Steve Trapilo

No. 65
- Position: Guard

Personal information
- Born: September 20, 1964 Boston, Massachusetts, U.S.
- Died: May 21, 2004 (aged 39) Effingham, New Hampshire, U.S.
- Listed height: 6 ft 5 in (1.96 m)
- Listed weight: 281 lb (127 kg)

Career information
- High school: Boston College High School
- College: Boston College
- NFL draft: 1987: 4th round, 96th overall pick

Career history
- New Orleans Saints (1987–1992); New England Patriots (1993)*;
- * Offseason and/or practice squad member only

Awards and highlights
- Second-team All-American (1986); First-team All-East (1986); 2× Second-team All-East (1984, 1985);

Career NFL statistics
- Games played: 57
- Games started: 52
- Fumble recoveries: 1
- Stats at Pro Football Reference

= Steve Trapilo =

American football player (1964–2004)

Stephen Paul Trapilo (September 20, 1964 – May 21, 2004) was an American professional football player who was a guard in the National Football League (NFL).

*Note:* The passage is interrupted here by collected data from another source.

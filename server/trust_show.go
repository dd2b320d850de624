package server

import (
	"bytes"
	"encoding/base64"
	"encoding/xml"
	"fmt"
	"mime"
	"net"
	"net/http"
	"slices"
	"strings"

	"github.com/google/uuid"
	"github.com/labstack/echo/v4"
)

// trustPage tells how to trust the house's own authority. Over plain http it is the only thing this server answers.
type trustPage struct {
	Frame
	Heading, Lead string
	Plain         bool // came over http, where anybody on the way can change it
	Open          string
	Authority     string // its name
	Fingerprint   []string
	Hosts         string
	Certificate   string
	Profile       string
	Systems       []trustSystem
	Address       string
	Code          *codePicture
}

type trustSystem struct {
	Name  string
	Steps []string
}

// trustSteps is how many sentences the words hold for each system.
var trustSteps = []struct {
	key string
	n   int
}{{"android", 4}, {"ios", 3}, {"windows", 3}, {"macos", 3}, {"linux", 3}}

// trustAt is where the page stands on the face that is asked: over http it is the first page.
func trustAt(c echo.Context) string {
	if c.Request().TLS == nil {
		return "/"
	}
	return "/trust/"
}

func (s *Server) authority() (*Authority, error) {
	a, ok := s.certificates.(*Authority)
	if !ok {
		return nil, refuse(codeNotFound, "", "This server has no authority of its own, so there is nothing to install. Browsers trust its certificate, or are told how by whoever runs it.")
	}
	return a, nil
}

func (s *Server) trustShow(c echo.Context) error {
	a, err := s.authority()
	if err != nil {
		return err
	}
	k := s.ink()
	view := trustPage{
		Frame: s.frame(c, k.say("trust.title"), ""), Heading: k.say("trust.heading"), Lead: k.say("trust.lead"), Plain: c.Request().TLS == nil,
		Open: s.secureAddress(c.Request()), Authority: a.Name(), Hosts: strings.Join(a.Hosts(), ", "), Address: s.trustAddress(c.Request()),
		Certificate: trustAt(c) + certificateName, Profile: trustAt(c) + profileName,
	}
	view.Insecure = "" // said better on this page itself
	pairs := a.Fingerprint()
	for part := range slices.Chunk(strings.Split(pairs, ":"), 8) {
		view.Fingerprint = append(view.Fingerprint, strings.Join(part, ":"))
	}
	for _, sys := range trustSteps {
		steps := trustSystem{Name: k.say("trust." + sys.key)}
		for i := range sys.n {
			steps.Steps = append(steps.Steps, k.say(fmt.Sprintf("trust.%s_%d", sys.key, i+1), "name", a.Name()))
		}
		view.Systems = append(view.Systems, steps)
	}
	if view.Code, err = drawCode(view.Address, k.say("trust.code", "address", view.Address)); err != nil {
		return err
	}
	return s.page(c, http.StatusOK, "trust.html", view)
}

// secureAddress is where Tripwell itself is to be opened: at the address that stands on labels where there is one, since what
// a phone keeps belongs to one address.
func (s *Server) secureAddress(r *http.Request) string {
	if url := s.store.URL(); url != "" {
		return strings.ToLower(url)
	}
	return "https://" + withPort(bareHost(r.Host), s.port)
}

// trustAddress is where this page is found without any trust yet.
func (s *Server) trustAddress(r *http.Request) string {
	if s.plain == nil {
		return s.secureAddress(r)
	}
	_, port, _ := net.SplitHostPort(s.plain.Addr().String())
	host := bareHost(r.Host)
	if port == "80" {
		return "http://" + withPort(host, "443") + "/"
	}
	return "http://" + net.JoinHostPort(host, port) + "/"
}

// trustElsewhere leads whoever typed another address over http to the page.
func (s *Server) trustElsewhere(c echo.Context) error {
	if !wantsPage(c.Request()) {
		return refuse(codeNotFound, "", "Nothing is answered over http here but how to trust this server. Ask over https.")
	}
	return toPage(c, "/")
}

const (
	certificateName = "tripwell-authority.crt"
	profileName     = "tripwell-authority.mobileconfig"
)

// trustCertificate gives the authority's certificate as DER, so that the SHA-256 of the file is its fingerprint.
func (s *Server) trustCertificate(c echo.Context) error {
	a, err := s.authority()
	if err != nil {
		return err
	}
	attachment(c, certificateName)
	return sendBytes(c, http.StatusOK, "application/x-x509-ca-cert", a.cert.Raw)
}

// trustProfile gives it as the configuration profile that iPhones, iPads and Macs install.
func (s *Server) trustProfile(c echo.Context) error {
	a, err := s.authority()
	if err != nil {
		return err
	}
	attachment(c, profileName)
	return sendBytes(c, http.StatusOK, "application/x-apple-aspen-config", a.profile())
}

func attachment(c echo.Context, name string) {
	c.Response().Header().Set("Content-Disposition", mime.FormatMediaType("attachment", map[string]string{"filename": name}))
}

// profile writes a property list with one payload of type com.apple.security.root. The same authority makes the same
// profile, so that installing it twice replaces it.
func (a *Authority) profile() []byte {
	var name bytes.Buffer
	_ = xml.EscapeText(&name, []byte(a.Name()))
	inner, outer := uuid.NewSHA1(uuid.NameSpaceOID, a.cert.Raw), uuid.NewSHA1(uuid.NameSpaceURL, a.cert.Raw)
	payload := func(kind string, id uuid.UUID) string {
		return fmt.Sprintf("<key>PayloadType</key><string>%s</string><key>PayloadVersion</key><integer>1</integer><key>PayloadIdentifier</key><string>tripwell.%s</string><key>PayloadUUID</key><string>%s</string><key>PayloadDisplayName</key><string>%s</string>",
			kind, id, strings.ToUpper(id.String()), name.String())
	}
	return []byte(xml.Header + `<!DOCTYPE plist PUBLIC "-//Apple//DTD PLIST 1.0//EN" "http://www.apple.com/DTDs/PropertyList-1.0.dtd">` + "\n" +
		`<plist version="1.0"><dict>` + payload("Configuration", outer) + "<key>PayloadContent</key><array><dict>" + payload("com.apple.security.root", inner) +
		"<key>PayloadContent</key><data>" + base64.StdEncoding.EncodeToString(a.cert.Raw) + "</data></dict></array></dict></plist>\n")
}
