package server

import (
	"context"
	"net/http"
	"path/filepath"

	"github.com/labstack/echo/v4"

	"tripwell/store"
)

// ownSealing says what sealing a record would do. Query: id.
func (s *Server) ownSealing(c echo.Context) error {
	var what store.Sealing
	err := s.store.View(ownerScope, func(v *store.View) (err error) {
		what, err = v.Sealing(c.QueryParam("id"))
		return err
	})
	if err != nil {
		return err
	}
	return s.sendJSON(c, http.StatusOK, what)
}

// ownSeal drops the bytes of a record. Query: id, reason.
func (s *Server) ownSeal(c echo.Context) error {
	return s.work(c, func(ctx context.Context, _ func(done, total int64)) (any, error) {
		return s.store.Seal(context.WithoutCancel(ctx), ownerScope, c.QueryParam("id"), c.QueryParam("reason"))
	})
}

// BooksBefore names the books that restores kept in a store's folder; a sealing does not reach them.
func BooksBefore(dir string) []string {
	found, _ := filepath.Glob(filepath.Join(dir, store.BookFile+".before-epoch-*")) // the pattern is a good one
	return found
}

Trapilo was born in Boston, Massachusetts, and played scholastically at Boston College High School. He played collegiately for the Boston College Eagles, where he was honored by the Associated Press and United Press International as a second-team All-American as a senior.

==Professional career==
Trapilo was selected by the New Orleans Saints in the fourth round (96th overall) of the 1987 NFL draft. He spent four seasons with the Saints, starting all 16 games in 1989 and 1990. He joined them again for the 1992 season, after not playing in 1991.

Pre-draft measurables
| Height | Weight | Arm length | Hand span | 40-yard dash | 10-yard split | 20-yard split | 20-yard shuttle | Vertical jump | Broad jump | Bench press |
|---|---|---|---|---|---|---|---|---|---|---|
| 6 ft 4+1⁄2 in (1.94 m) | 284 lb (129 kg) | 32+1⁄2 in (0.83 m) | 10+1⁄4 in (0.26 m) | 5.22 s | 1.74 s | 3.03 s | 4.91 s | 23.5 in (0.60 m) | 8 ft 1 in (2.46 m) | 26 reps |

==Personal life==
Trapilo's son Ozzy was as an offensive tackle at Boston College. Ozzy was selected by the Chicago Bears with the 56th pick in the 2025 NFL draft.

==Death==
Trapilo died of a heart attack on May 21, 2004, while on vacation with his family in Effingham, New Hampshire.